● YOUR ASSIGNMENT
In the listing that follows, count every line holding the word "struct" and give only the count.

-------------------------

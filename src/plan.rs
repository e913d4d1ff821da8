//! Plans: a JSON list of steps that `sluice run` records one by one, and that `sluice export
//! --format plan` writes back from the history of a version. A plan names its sources (raw
//! data), binds each to a file or a stored version when it runs, and then cleans and inspects
//! in order. Every step is recorded exactly as `sluice clean` and `sluice inspect` record it; a
//! run is only a sequence of such commands, so a failure keeps the steps done before it.
//!
//! Inside a plan, a name is a dataset name: a step on a `dataset` reads the version this run
//! last produced or bound for it (or, for a name the run has not touched, the store's version
//! of that reference), and records its output as the next version of the same dataset unless
//! the step says `save_as`. A step's `clean` names an operation and its `settings` are the
//! operation's parameters; the store keeps them in its own encoding (the operation's name as
//! an `op` field beside them), which the plan never shows. The format is described field by
//! field in `schema/plan.schema.json` and README.md ("Plans"); plans and rules files of the
//! form before it are converted by [`upgrade()`].

mod upgrade;

pub use upgrade::upgrade;

use std::collections::{BTreeMap, BTreeSet};
use std::path::{Path, PathBuf};

use serde::{Deserialize, Serialize};
use serde_json::Value;

use crate::checks::{self, CheckReport, Rule};
use crate::error::{Error, ErrorKind, Result};
use crate::intake::{self, IngestOptions, IngestOutcome};
use crate::model::{Agent, StepKind, Version};
use crate::ops::apply::{self, ApplyOptions, ApplyOutcome};
use crate::ops::Operation;
use crate::refs;
use crate::store::Store;
use crate::table::batch::RecordBatch;

/// The plan format version this build reads and writes.
pub const PLAN_FORMAT: u32 = 2;

/// A plan file.
#[derive(Debug, Clone, PartialEq, Serialize, Deserialize)]
#[serde(deny_unknown_fields)]
pub struct Plan {
    /// The format version; 2.
    pub sluice_plan: u32,
    /// What the plan is for, in a sentence or two.
    #[serde(default, skip_serializing_if = "Option::is_none")]
    pub purpose: Option<String>,
    /// The raw data the plan starts from, taken in (or bound) before any step runs.
    #[serde(default)]
    pub sources: Vec<PlanSource>,
    /// The steps, in the order they run.
    pub steps: Vec<PlanStep>,
}

/// One source of a plan: a dataset name and where its data comes from by default.
#[derive(Debug, Clone, PartialEq, Serialize, Deserialize)]
#[serde(deny_unknown_fields)]
pub struct PlanSource {
    /// The dataset the data is taken in as.
    pub dataset: String,
    /// The file to take in, relative to the plan file's folder; `--input NAME=...` overrides it.
    #[serde(default, skip_serializing_if = "Option::is_none")]
    pub file: Option<String>,
    /// Key columns declared at intake.
    #[serde(default, skip_serializing_if = "Option::is_none")]
    pub key: Option<Vec<String>>,
    /// Why the file is taken in (the reason recorded with the intake).
    #[serde(default, skip_serializing_if = "Option::is_none")]
    pub reason: Option<String>,
    /// The field delimiter, when it is not to be detected.
    #[serde(default, skip_serializing_if = "Option::is_none")]
    pub delimiter: Option<String>,
    /// Whether the first line is a header (default true).
    #[serde(default = "yes", skip_serializing_if = "is_true")]
    pub header: bool,
    /// A legacy text encoding to decode from (default UTF-8).
    #[serde(default, skip_serializing_if = "Option::is_none")]
    pub encoding: Option<String>,
    /// Values that count as blank.
    #[serde(default, skip_serializing_if = "Vec::is_empty")]
    pub null_tokens: Vec<String>,
    /// For a workbook: the sheet to take in, by name or 1-based position (default: the only
    /// sheet).
    #[serde(default, skip_serializing_if = "Option::is_none")]
    pub sheet: Option<String>,
    /// The BLAKE3 hash of the raw version the plan was exported from. Informational: a run on
    /// other data (next quarter's export) is the point of a plan; the run says when it differs.
    #[serde(default, skip_serializing_if = "Option::is_none")]
    pub hash: Option<String>,
    /// For a plan exported from the history: the raw version itself (`name@seq`). Not part
    /// of the file format.
    #[serde(skip)]
    pub recorded: Option<String>,
}

fn yes() -> bool {
    true
}

fn is_true(b: &bool) -> bool {
    *b
}

/// One step of a plan: a cleaning (`clean` with its `settings`) or an inspection (`inspect`
/// with its rules), never both.
#[derive(Debug, Clone, PartialEq, Serialize, Deserialize)]
#[serde(try_from = "StepText", into = "StepText")]
pub struct PlanStep {
    /// The dataset (or any version reference) the step works on.
    pub dataset: String,
    /// A built-in operation with its parameters, as `sluice clean` records them.
    pub clean: Option<Operation>,
    /// Rules to inspect the version against, as in a rules file.
    pub inspect: Option<Vec<Rule>>,
    /// For an inspection: stop the run when a rule fails.
    pub hold_point: bool,
    /// The reason recorded with the step (required for a cleaning).
    pub reason: Option<String>,
    /// Record the output as a version of this dataset instead of `dataset`'s.
    pub save_as: Option<String>,
    /// For a plan exported from the history: the recorded step this one is. A run records it
    /// as the step each new step repeats. Not part of the file format.
    pub repeats: Option<i64>,
}

/// A step as written in a plan file.
#[derive(Debug, Clone, Serialize, Deserialize)]
#[serde(deny_unknown_fields)]
struct StepText {
    dataset: String,
    #[serde(default, skip_serializing_if = "Option::is_none")]
    clean: Option<String>,
    #[serde(default, skip_serializing_if = "Option::is_none")]
    settings: Option<serde_json::Map<String, Value>>,
    #[serde(default, skip_serializing_if = "Option::is_none")]
    save_as: Option<String>,
    #[serde(default, skip_serializing_if = "Option::is_none")]
    inspect: Option<Vec<Rule>>,
    #[serde(default, skip_serializing_if = "std::ops::Not::not")]
    hold_point: bool,
    #[serde(default, skip_serializing_if = "Option::is_none")]
    reason: Option<String>,
}

/// The names `clean` takes, in the order README.md lists them.
pub const OPERATION_NAMES: &[&str] = &[
    "trim",
    "case",
    "replace",
    "map",
    "lookup",
    "fill",
    "number",
    "date",
    "split",
    "combine",
    "extract",
    "rename",
    "select",
    "keep",
    "drop",
    "dedupe",
    "sort",
    "append",
    "summarize",
];

/// An operation from a plan's `clean` and `settings`: the store's encoding of it is the
/// settings with the operation's name as `op`.
pub fn operation_from(
    clean: &str,
    settings: Option<serde_json::Map<String, Value>>,
) -> std::result::Result<Operation, String> {
    if !OPERATION_NAMES.contains(&clean) {
        return Err(format!(
            "\"clean\": \"{clean}\" is not an operation; the operations are: {}",
            OPERATION_NAMES.join(", ")
        ));
    }
    let mut m = settings.unwrap_or_default();
    if m.contains_key("op") {
        return Err("\"settings\" takes the operation's settings; name the operation in \"clean\", not as \"op\"".into());
    }
    m.insert("op".into(), Value::String(clean.into()));
    serde_json::from_value(Value::Object(m))
        .map_err(|e| format!("the settings of \"{clean}\": {e}"))
}

/// A plan's `clean` and `settings` for an operation: its name and every parameter but `op`
/// (none: no settings).
pub fn clean_and_settings(op: &Operation) -> (String, Option<serde_json::Map<String, Value>>) {
    let mut m = match op.params() {
        Value::Object(m) => m,
        _ => serde_json::Map::new(),
    };
    m.remove("op");
    (op.name().to_string(), (!m.is_empty()).then_some(m))
}

impl TryFrom<StepText> for PlanStep {
    type Error = String;

    fn try_from(t: StepText) -> std::result::Result<Self, String> {
        let clean = match t.clean {
            Some(c) => Some(operation_from(&c, t.settings)?),
            None if t.settings.is_some() => {
                return Err(
                    "\"settings\" belongs to a \"clean\" step; name the operation in \"clean\""
                        .into(),
                )
            }
            None => None,
        };
        Ok(PlanStep {
            dataset: t.dataset,
            clean,
            inspect: t.inspect,
            hold_point: t.hold_point,
            reason: t.reason,
            save_as: t.save_as,
            repeats: None,
        })
    }
}

impl From<PlanStep> for StepText {
    fn from(s: PlanStep) -> Self {
        let (clean, settings) = match &s.clean {
            Some(op) => {
                let (c, m) = clean_and_settings(op);
                (Some(c), m)
            }
            None => (None, None),
        };
        StepText {
            dataset: s.dataset,
            clean,
            settings,
            save_as: s.save_as,
            inspect: s.inspect,
            hold_point: s.hold_point,
            reason: s.reason,
        }
    }
}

-------------------------

● ANSWER FOR THIS EXERCISE
4